Do you run a hydraulic tensioner on your baler? I run a CIH SBX520 (New Holland only with red & black paint) with the standard spring tension. I have also looked into the Airbaler System (replaces the springs with an air bladder to maintain tension similar to the hydraulic tensioner option offered by NH). Ever hear any feedback on the Airbaler System?


----------



## Vol (Jul 5, 2009)

Not as familiar with New Holland as I am with some others, but a fella from up in your country that posts on this site(Rodney) uses NH and uses the NH hyd. tensioner. He is large operator so he should know. I believe that if you bale very many bales that a hyd. tensioner is a must. Not heard of anyone using the Airbaler, but I believe if I was going to get a tensioner I would get the one made by the baler manufacturer. If you go to trade your baler sometime, the manufacturer tensioner will add value to the baler. Not sure if a non-manufacturer tensioner would.
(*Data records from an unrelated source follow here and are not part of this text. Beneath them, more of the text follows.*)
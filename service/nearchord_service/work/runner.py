"""A task in, an answer out: the one place that calls the solver.

Whatever a solver does short of killing its process comes back as an answer: an exception is a defect of the solver, not
of the job, and ends as BROKEN with its type and message (the traceback goes to the log). Only MemoryError passes
through, because the caller set the limit that raised it.
"""

from __future__ import annotations

import logging
import time
from collections.abc import Callable, Iterable
from dataclasses import fields, replace
from typing import TYPE_CHECKING, Any

import numpy as np

from nearchord_service.model.answer import Answer
from nearchord_service.model.event import Phase
from nearchord_service.model.stage import Verdict
from nearchord_service.work import unread
from nearchord_service.work.content import graph_rows, weight_values
from nearchord_service.work.outcome import REASON_LENGTH, recorded

if TYPE_CHECKING:
    from numpy.typing import NDArray

    from nearchord_service.work.kept import Shelf
    from nearchord_service.work.port import Task

_LOG = logging.getLogger(__name__)

_KEPT_PHASES = (Phase.ORDER, Phase.FILL, Phase.TREE)
_WORTH_SECONDS = 0.005
"""What took less is not worth a file."""


class PhaseClock:
    """Seconds by phase, in the order the phases were entered first."""

    def __init__(self, clock: Callable[[], float]) -> None:
        self._clock = clock
        self._began = self._since = clock()
        self._phase: Phase | None = Phase.READ
        self._seconds: dict[Phase, float] = {}

    def enter(self, phase: Phase | None) -> None:
        """Close the running phase and begin another (None: none)."""
        now = self._clock()
        if self._phase is not None:
            self._seconds[self._phase] = self._seconds.get(self._phase, 0.0) + now - self._since
        self._phase, self._since = phase, now

    def spent(self, phases: Iterable[Phase]) -> float:
        """Return the seconds of closed phases."""
        return sum(self._seconds.get(phase, 0.0) for phase in phases)

    def read(self) -> tuple[float, tuple[tuple[Phase, float], ...]]:
        """Stop, and return all seconds and those by phase."""
        self.enter(None)
        return self._since - self._began, tuple(self._seconds.items())


def answer(
    task: Task,
    solver: Any,
    cells: NDArray[np.int64],
    clock: Callable[[], float] = time.perf_counter,
    shelf: Shelf | None = None,
) -> Answer:
    """Solve `task` with `solver` (nearchord_solve, or a module with the same names), showing progress in `cells`.

    `cells` is int64[16], the cells of `solver.Monitor`. What earlier solves on the same graph left is taken from
    `shelf`, and what this one leaves is offered to it. Raises MemoryError, and nothing else.
    """
    watch = PhaseClock(clock)
    try:
        found = _solve(task, solver, cells, watch, shelf)
    except MemoryError:
        raise
    except Exception as error:
        _LOG.exception("job %s, attempt %d: the solver failed", task.key.job_id, task.key.attempt)
        found = Answer(Verdict.BROKEN, f"the solver failed: {type(error).__name__}: {error}"[:REASON_LENGTH])
    seconds, by_phase = watch.read()
    return replace(found, solver_version=str(solver.VERSION), seconds=seconds, phase_seconds=by_phase)


def _solve(task: Task, solver: Any, cells: NDArray[np.int64], watch: PhaseClock, shelf: Shelf | None) -> Answer:
    predicted = int(solver.predicted_bytes(task.vertices, task.edges))
    if predicted > task.budget.memory_bytes:
        return unread.answer(task, predicted)
    monitor = solver.Monitor(cells, lambda phase: watch.enter(_phase(phase.name)))
    rows = graph_rows(task.graph, task.vertices, task.edges)
    weights = None if task.weights is None else weight_values(task.weights, task.vertices, task.question.scenarios)
    rest = (weights, _budget(task, solver), task.when_over, monitor)
    question = _question(task, solver)
    if shelf is None or not _keeps(task):
        outcome = solver.solve(question, solver.Graph.from_canonical(task.vertices, *rows), *rest)
        return recorded(outcome, task.vertices)
    kept = _found(task, solver, shelf)
    read = solver.Graph.from_canonical if kept is None else solver.Graph.known
    outcome = solver.solve(question, read(task.vertices, *rows), *rest, kept)
    if outcome.kept is not None and watch.spent(_KEPT_PHASES) >= _WORTH_SECONDS:
        shelf.offer(task, outcome.kept.arrays())
    return recorded(outcome, task.vertices)


def _keeps(task: Task) -> bool:
    """Say whether the solve is about the whole graph, of which something may be kept."""
    return bool(task.graph_address) and not task.question.must and not task.question.never


def _found(task: Task, solver: Any, shelf: Shelf) -> Any:
    arrays = shelf.find(task)
    if arrays is None:
        return None
    try:
        return solver.Kept.from_arrays(task.vertices, task.edges, arrays)
    except solver.SolverError as error:
        _LOG.warning("job %s: ignoring what was kept about its graph: %s", task.key.job_id, error)
        return None


def _phase(name: str) -> Phase | None:
    return Phase[name] if name in Phase.__members__ else None


def _question(task: Task, solver: Any) -> Any:
    """Build the solver's question from what it takes, which are the fields of its class."""
    kind = solver.QUESTIONS[task.question.name.value]
    return kind(**{field.name: getattr(task.question, field.name) for field in fields(kind)})


def _budget(task: Task, solver: Any) -> Any:
    budget = task.budget
    return solver.Budget(fill=budget.fill, states=budget.states, memory=budget.memory_bytes)
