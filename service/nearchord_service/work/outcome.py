"""An outcome of the solver as the answer that is recorded.

The solver is trusted to be right, which the client's checker is there to confirm, but not to be well-formed: what could
not be stored or read back is a defect, and raises.
"""

from __future__ import annotations

from decimal import Decimal
from fractions import Fraction
from typing import TYPE_CHECKING, Any

import numpy as np

from nearchord_service.model.answer import (
    Answer,
    Column,
    ElementType,
    Prediction,
    ProofKind,
    Recognition,
    StructureReport,
)
from nearchord_service.model.stage import Verdict

if TYPE_CHECKING:
    from numpy.typing import NDArray

REASON_LENGTH = 2000
PROOF_FORMAT = 1  # of the columns proof_*, as the contract describes them
COUNT_DIGITS = 100_000  # converting so many takes a third of a second, and grows with their square
_COUNT_LIMIT = 10**COUNT_DIGITS
_COLOURS = frozenset({"colour", "scenario_colour"})


def recorded(outcome: Any, vertices: int) -> Answer:
    """Return the answer that an outcome on a graph with so many vertices is; ValueError where it is malformed.

    A cancelled solve leaves figures, but neither a value nor columns. O(length of the columns).
    """
    verdict = Verdict(outcome.verdict.value)
    kept = verdict is not Verdict.CANCELLED
    proven = any(name.startswith("proof_") for name in outcome.columns)
    return Answer(
        verdict=verdict,
        reason=_reason(outcome, verdict),
        count=_decimal(outcome.count) if kept else None,
        value=_exact(outcome.value) if kept else None,
        bound=_exact(outcome.bound),
        fill=_count(outcome.fill),
        fill_lower_bound=_count(outcome.fill_lower_bound),
        states=_count(outcome.states),
        bags=_count(outcome.bags),
        largest_bag=_count(outcome.largest_bag),
        parts=_count(outcome.parts),
        fill_cores=_count(outcome.fill_cores),
        proof=ProofKind(outcome.proof),
        proof_kinds=tuple(ProofKind(kind) for kind in outcome.proof_kinds),
        proof_format=PROOF_FORMAT if kept and proven else 0,
        columns=_columns(outcome, vertices) if kept else (),
        recognition=_recognition(outcome.recognition) if kept else None,
        structure=_structure(outcome.report) if kept else None,
    )


def _columns(outcome: Any, vertices: int) -> tuple[Column, ...]:
    """Return the choice, where there is one, and then whatever else the outcome has, in its order."""
    columns = [] if outcome.chosen is None else [_chosen(outcome.chosen, vertices)]
    columns.extend(_column(name, values, vertices) for name, values in outcome.columns.items())
    if len({column.name for column in columns}) < len(columns):
        raise ValueError("a column stands twice in the outcome")
    return tuple(columns)


def _chosen(chosen: NDArray[np.integer[Any]], vertices: int) -> Column:
    """Write chosen vertices as a column; ValueError unless they are vertices in ascending order, each once."""
    if chosen.ndim != 1 or chosen.size > vertices:
        raise ValueError(f"chosen has shape {chosen.shape} on {vertices} vertices")
    if chosen.size and (int(chosen[0]) < 0 or int(chosen[-1]) >= vertices or bool((chosen[1:] <= chosen[:-1]).any())):
        raise ValueError("chosen is not an ascending list of vertices")
    return Column("chosen", ElementType.UINT32, chosen.astype("<u4", copy=False).tobytes())


def _column(name: str, values: NDArray[Any], vertices: int) -> Column:
    """Write a column: uint32 are vertices or colours, int64 are numbers; ValueError for anything else."""
    if values.ndim != 1 or values.dtype not in (np.uint32, np.int64):
        raise ValueError(f"column {name} has shape {values.shape} and type {values.dtype}")
    if values.dtype == np.int64:
        return Column(name, ElementType.INT64, values.astype("<i8", copy=False).tobytes())
    if name not in _COLOURS and values.size and int(values.max()) >= vertices:
        raise ValueError(f"column {name} has vertex {int(values.max())} on {vertices} vertices")
    return Column(name, ElementType.UINT32, values.astype("<u4", copy=False).tobytes())


def _recognition(found: Any) -> Recognition | None:
    if found is None:
        return None
    return Recognition(
        _settled(found.chordal), _settled(found.interval), _settled(found.split), _count(found.splittance)
    )


def _settled(flag: Any) -> bool | None:
    return None if flag is None else bool(flag)


def _structure(report: Any) -> StructureReport | None:
    if report is None:
        return None
    predictions = tuple(
        Prediction(
            question=str(one.question),
            colours=int(one.colours),
            states=int(one.states),
            at_least=bool(one.at_least),
            memory_bytes=int(one.memory_bytes),
            fits=bool(one.fits),
        )
        for one in report.predictions
    )
    return StructureReport(int(report.components), int(report.largest_core), predictions)


def _exact(value: int | Fraction | None) -> tuple[int, int] | None:
    if value is None:
        return None
    exact = Fraction(value)
    if not -(2**63) <= exact.numerator < 2**63 or exact.denominator >= 2**63:
        raise ValueError(f"{exact} is no fraction of two int64")
    return exact.numerator, exact.denominator


def _decimal(count: int | None) -> str | None:
    """Write a count in decimal digits; None for one that is too long."""
    if count is None or count >= _COUNT_LIMIT:
        return None
    return str(Decimal(count))  # str of an int refuses more than some thousand digits


def _reason(outcome: Any, verdict: Verdict) -> str:
    reason = str(outcome.reason) or f"the solver gave no reason for {verdict}"
    if outcome.count is not None and outcome.count >= _COUNT_LIMIT:
        note = f"; the number of best choices has more than {COUNT_DIGITS} digits and is left out"
        return reason[: REASON_LENGTH - len(note)] + note
    return reason[:REASON_LENGTH]


def _count(value: int | None) -> int | None:
    return None if value is None or value < 0 else int(value)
I think the hydraulic lines operating a tensioner look alot better than a steel air tank mounted to the baler. Seems like I heard on here where the Airbaler is around $1000, hydraulic tensioners are about $1200-$1400...some a little more.

Regards, Mike


----------



## steve IN (Jan 13, 2010)

I have a NH5070 with hydraulic tension and would never have anything else. The bales never vary by more than 2 pounds. The windrows need to be consistent. As with any baler system the key is the windrow. I have found bigger windrows and driving slower to help alot with the tensioner. The only problem I have had was when the baler was new I couldnt keep the bale lenght consistent even with the hydraulic tension. As soon as the paint wore off inside its been as perfect as you can get. I cosistently get 250 bales an hour.


----------



## davang (Apr 7, 2010)

I installed the airbaler last summer on my JD 346 (purchased used) that had spring tensioners. It was a TREMENDOUS improvement in bale density, consistency and shape. I am a relative newcomer to haying so consider the source. It is NOT $1000 in the $750 range. I would not put it on a baler that already had hydraulic; that would not be cost effective. The best thing is you can measure and repeat your pressure settings. I have one field that is bermuda so I set the empty chamber pressure to 8 PSI. When I bale blue stem I use 10 PSI. It really shines with uneven windrows. I made good bales with crappy windrows during our bad drought last year.

I can't wait to use it on a good crop, hope we get th rain this year. I haven't seen any of the pros around here use it, they have NH with hyrdaulic. I can see that if you're experineced why change over to something new if your setup works. If it ain't broke don't fix it. But for ME it was a Godsend. If you have springs I say get it!


----------